Stored records
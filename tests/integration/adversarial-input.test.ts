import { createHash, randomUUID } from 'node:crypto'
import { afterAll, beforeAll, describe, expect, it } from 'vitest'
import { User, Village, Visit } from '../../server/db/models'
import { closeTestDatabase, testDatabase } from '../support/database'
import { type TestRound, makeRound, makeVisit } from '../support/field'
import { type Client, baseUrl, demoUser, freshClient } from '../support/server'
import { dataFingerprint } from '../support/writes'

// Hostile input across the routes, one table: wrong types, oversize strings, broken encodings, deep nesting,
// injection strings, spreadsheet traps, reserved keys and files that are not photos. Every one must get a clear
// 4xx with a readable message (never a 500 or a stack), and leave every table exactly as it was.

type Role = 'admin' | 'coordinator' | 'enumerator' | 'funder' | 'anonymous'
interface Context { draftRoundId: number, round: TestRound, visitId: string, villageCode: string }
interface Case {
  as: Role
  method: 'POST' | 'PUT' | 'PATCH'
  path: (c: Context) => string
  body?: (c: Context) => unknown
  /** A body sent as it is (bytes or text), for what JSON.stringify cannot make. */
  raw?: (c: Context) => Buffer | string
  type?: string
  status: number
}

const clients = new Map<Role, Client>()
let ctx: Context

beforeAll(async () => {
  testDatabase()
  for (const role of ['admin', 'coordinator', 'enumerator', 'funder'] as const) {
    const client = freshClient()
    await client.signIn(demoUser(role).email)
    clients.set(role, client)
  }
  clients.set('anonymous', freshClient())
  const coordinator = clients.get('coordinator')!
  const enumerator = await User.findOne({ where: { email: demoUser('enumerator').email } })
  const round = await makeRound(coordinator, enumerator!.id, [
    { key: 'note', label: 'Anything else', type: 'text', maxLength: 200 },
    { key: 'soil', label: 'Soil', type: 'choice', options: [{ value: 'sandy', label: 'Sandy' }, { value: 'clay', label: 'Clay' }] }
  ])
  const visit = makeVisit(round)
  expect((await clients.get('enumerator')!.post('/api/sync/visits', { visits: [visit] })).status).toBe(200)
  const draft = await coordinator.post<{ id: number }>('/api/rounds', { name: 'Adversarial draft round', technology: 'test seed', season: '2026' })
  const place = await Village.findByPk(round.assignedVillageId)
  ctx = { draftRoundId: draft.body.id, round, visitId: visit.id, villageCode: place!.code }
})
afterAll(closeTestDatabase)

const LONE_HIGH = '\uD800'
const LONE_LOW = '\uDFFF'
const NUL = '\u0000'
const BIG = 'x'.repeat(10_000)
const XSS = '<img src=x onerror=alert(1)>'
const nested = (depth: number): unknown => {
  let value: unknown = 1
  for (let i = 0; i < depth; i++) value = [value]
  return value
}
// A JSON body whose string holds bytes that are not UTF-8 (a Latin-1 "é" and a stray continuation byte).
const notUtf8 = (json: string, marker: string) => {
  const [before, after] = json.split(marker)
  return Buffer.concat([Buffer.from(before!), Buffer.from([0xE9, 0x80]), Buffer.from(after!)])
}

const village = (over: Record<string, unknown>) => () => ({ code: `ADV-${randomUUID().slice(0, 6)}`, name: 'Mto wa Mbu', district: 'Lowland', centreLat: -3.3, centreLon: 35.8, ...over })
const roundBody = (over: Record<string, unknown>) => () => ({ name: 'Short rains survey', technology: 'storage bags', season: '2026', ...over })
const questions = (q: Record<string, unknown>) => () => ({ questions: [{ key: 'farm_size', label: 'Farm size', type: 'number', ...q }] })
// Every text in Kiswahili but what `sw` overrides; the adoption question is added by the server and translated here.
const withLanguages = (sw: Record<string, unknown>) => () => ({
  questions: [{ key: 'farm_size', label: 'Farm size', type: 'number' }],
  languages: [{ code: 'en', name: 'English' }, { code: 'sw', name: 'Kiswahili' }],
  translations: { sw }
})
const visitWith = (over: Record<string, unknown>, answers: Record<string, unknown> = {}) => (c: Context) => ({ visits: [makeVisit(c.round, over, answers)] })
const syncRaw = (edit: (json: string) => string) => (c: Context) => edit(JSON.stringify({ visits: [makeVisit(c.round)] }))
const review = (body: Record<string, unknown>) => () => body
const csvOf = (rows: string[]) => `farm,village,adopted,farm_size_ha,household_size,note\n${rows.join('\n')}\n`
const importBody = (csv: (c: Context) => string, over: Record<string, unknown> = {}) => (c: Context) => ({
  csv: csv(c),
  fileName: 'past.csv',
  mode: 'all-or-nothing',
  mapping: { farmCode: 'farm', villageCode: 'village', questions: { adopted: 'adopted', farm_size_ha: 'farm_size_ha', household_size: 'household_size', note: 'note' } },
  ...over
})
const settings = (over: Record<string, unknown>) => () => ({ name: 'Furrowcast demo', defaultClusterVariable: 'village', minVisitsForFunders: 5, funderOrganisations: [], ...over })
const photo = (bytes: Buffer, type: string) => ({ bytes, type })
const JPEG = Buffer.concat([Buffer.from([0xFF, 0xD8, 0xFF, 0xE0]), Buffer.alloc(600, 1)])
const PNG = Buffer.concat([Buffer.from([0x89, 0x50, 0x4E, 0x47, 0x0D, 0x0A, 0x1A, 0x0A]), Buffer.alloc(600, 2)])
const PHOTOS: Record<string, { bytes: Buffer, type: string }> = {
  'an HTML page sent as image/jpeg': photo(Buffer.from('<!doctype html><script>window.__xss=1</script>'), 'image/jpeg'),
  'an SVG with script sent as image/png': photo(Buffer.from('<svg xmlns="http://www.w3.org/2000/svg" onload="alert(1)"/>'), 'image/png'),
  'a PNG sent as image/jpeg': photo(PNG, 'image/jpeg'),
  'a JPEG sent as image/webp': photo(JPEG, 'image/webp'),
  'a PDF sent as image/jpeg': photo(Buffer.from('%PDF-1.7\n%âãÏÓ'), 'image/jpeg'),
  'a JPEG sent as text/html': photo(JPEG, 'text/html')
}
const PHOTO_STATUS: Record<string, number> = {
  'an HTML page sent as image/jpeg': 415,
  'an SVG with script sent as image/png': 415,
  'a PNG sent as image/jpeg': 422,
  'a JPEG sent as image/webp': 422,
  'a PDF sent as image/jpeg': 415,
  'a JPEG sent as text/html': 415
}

▶ _WORK INSTRUCTIONS_: From the entries above, write out only the lines starting at the line that holds "const enumerator = await" and ending at the line that holds "const visit = makeVisit(round)", keeping both and matching them exactly.

▶ _ANSWER BOX_:
  const enumerator = await User.findOne({ where: { email: demoUser('enumerator').email } })
  const round = await makeRound(coordinator, enumerator!.id, [
    { key: 'note', label: 'Anything else', type: 'text', maxLength: 200 },
    { key: 'soil', label: 'Soil', type: 'choice', options: [{ value: 'sandy', label: 'Sandy' }, { value: 'clay', label: 'Clay' }] }
  ])
  const visit = makeVisit(round)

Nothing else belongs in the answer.